In an article published today in The Atlanta Journal Constitution, Emily Lembeck, superintendent of the 8,000-student City of Marietta school district, was quoted as observing that the system’s teacher compensation system is “archaic.” Ms. Lembeck believes that pay based on effectiveness would allow higher salaries for deserving teachers earlier in their careers.
According to the article, Ms. Lembeck may be in for some push back from a major teaching union on her pay-for-performance preference. The American Federation of Teachers is against pay for performance, arguing that other factors i.e. problems at home, interfere with a teacher’s ability to deliver education.
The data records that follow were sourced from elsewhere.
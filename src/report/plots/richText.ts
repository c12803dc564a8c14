import { escapeHtml } from "../escape.ts";

/**
 * SVG text content for a label written in the plain notation of plot specs:
 * `k_B` or `a_{Q}` becomes k with a subscript B, as a physicist writes it.
 * Everything else is escaped as it stands.
 */
export function richTextSvg(text: string): string {
  const parts: string[] = [];
  const pattern = /([\p{L}\p{N})⟩])_(\{([^}]*)\}|[\p{L}\p{N}]+)/gu;
  let last = 0;
  for (const m of text.matchAll(pattern)) {
    const at = m.index ?? 0;
    parts.push(escapeHtml(text.slice(last, at + m[1].length)));
    parts.push(`<tspan baseline-shift="sub" font-size="75%">${escapeHtml(m[3] ?? m[2])}</tspan>`);
    last = at + m[0].length;
  }
  parts.push(escapeHtml(text.slice(last)));
  return parts.join("");
}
I, like most of you, personally know a number of teachers. While they are dedicated to teaching kids, their frustration with administrations and students floats to the top of conversations we hold with them when discussing their vocation, pay, and retirements. Teachers are correct that they do not engage their students in a vacuum. Factors at home do have an impact on a child’s demeanor and ability to absorb information while in the classroom. If a child isn’t eating well at home, it will be hard for them to concentrate and make good grades.
But can teachers hide behind this excuse when they are evaluated for next budget year’s compensation? Their push for pay based on seniority is non-economical and needs to reflect some outside the box thinking. For example, why not pay teachers their opportunity costs for being in the classroom? Given their experience and the transferability of their skills, school boards should start paying competitive rates based on where the individual teacher could go. This means that we shouldn’t expect all first year teachers to receive the same pay.
It also means we can bring some competition into the public school classroom. As teachers earn advanced degrees and rack up years of experience, they can put a little space between themselves and the other teacher down the hall.
Seniority won’t cut it. Paying a teacher because they had a good pair of ear plugs for 25 years doesn’t give schools or students competent teachers.